A standard cochlear implant works by picking up sound in an external microphone, processing it on a tiny computer that rests behind the ear, and then transmitting it to a surgically implanted receiver that converts the sound to electrical pulses. These signals are sent to different regions of the auditory nerve, allowing the deaf to experience a representation of sounds around them. But while these allow a deaf person to understand speech without lipreading, pitch perception remains poor, and the sounds aren’t lifelike (you can listen to an approximation of them here).

But after five years of development, Housley and his colleagues have tweaked a cochlear implant to deliver an effective treatment for deafness as well.

The top image shows auditory nerves regrown by the new therapy.
The top image shows auditory nerves regrown by the new therapy.
Image: UNSW Translational Neuroscience Facility

Neuroscientists have known for a while that a damaged auditory nerve can be regenerated with the help of proteins called neurotrophins, which are vital for the growth and survival of neurons. But getting the neurotrophins to the places in the nerve where they’re needed has posed a problem. A cochlear implant, though, goes to just those places. “No-one had tried to use the cochlear implant itself for gene therapy,” Housley said in a press release. “With our technique, the cochlear implant can be very effective for this.”

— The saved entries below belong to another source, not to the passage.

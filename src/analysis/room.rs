//! Room acoustics from an impulse response: per octave and one-third-octave
//! band (and broadband) the decay times EDT, T20, T30 and the energy
//! parameters C50, C80, D50, Ts of ISO 3382-1:2009, with the checks that
//! decide whether each value can be stated honestly.

use serde::{Deserialize, Serialize};

use crate::analysis::bands::{self, Band};
use crate::analysis::compare;
use crate::analysis::decay::{self, Fit, SIXTY_DB, Truncation};
use crate::analysis::speech;
use crate::model::parameter::Values;
use crate::model::{Code, Fraction, Parameter, Warnings, units};
use crate::signal::fft;

/// Decay range (dB above the noise) each parameter needs: its evaluation
/// range must end at least 10 dB above the noise (ISO 3382-1; REFERENCES.md
/// from memory): EDT 0…−10 dB → 20, T20 −5…−25 → 35, T30 −5…−35 → 45. The
/// energy parameters are given from 20 dB (our choice, as for EDT).
pub const RANGE_EDT_DB: f64 = 20.0;
/// See [`RANGE_EDT_DB`].
pub const RANGE_T20_DB: f64 = 35.0;
/// See [`RANGE_EDT_DB`].
pub const RANGE_T30_DB: f64 = 45.0;
/// Smallest bandwidth × decay time for zero-phase (or time-reversed)
/// filtering (F. Jacobsen, J. H. Rindel, JSV 117(1), 1987 — from memory:
/// about 4 time-reversed, 16 forward).
pub const MIN_BT: f64 = 4.0;
/// The least curvature (%) that is a warning of a non-exponential decay,
/// however small the band's uncertainty: ISO 3382-2 (seen through a
/// secondary source) says a curvature of tens of per cent suggests a decay
/// along more than one slope; below 10 % gliss never says so.
pub const MAX_CURVATURE_PERCENT: f64 = 10.0;
/// Coverage factor of the curvature's uncertainty: a curvature is a
/// warning only beyond this many combined standard uncertainties of T20
/// and T30 (2, as for the verdict of a comparison, common practice).
pub const CURVATURE_COVERAGE: f64 = 2.0;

During the procedure to place the implant, Housley and his colleagues injected a solution of DNA into the ear and delivered a few electrical pulses to trigger its transfer into surrounding nerve cells. This stimulated neurotrophin production for several months, and would add only minutes to the initial procedure. While this won’t end deafness (and in fact will only help people whose hearing has been damaged or has declined with age, not people with congenital deafness) Housley hopes it will allow people who use cochlear implants to hear a lot better, with a broader range of sound and pitch.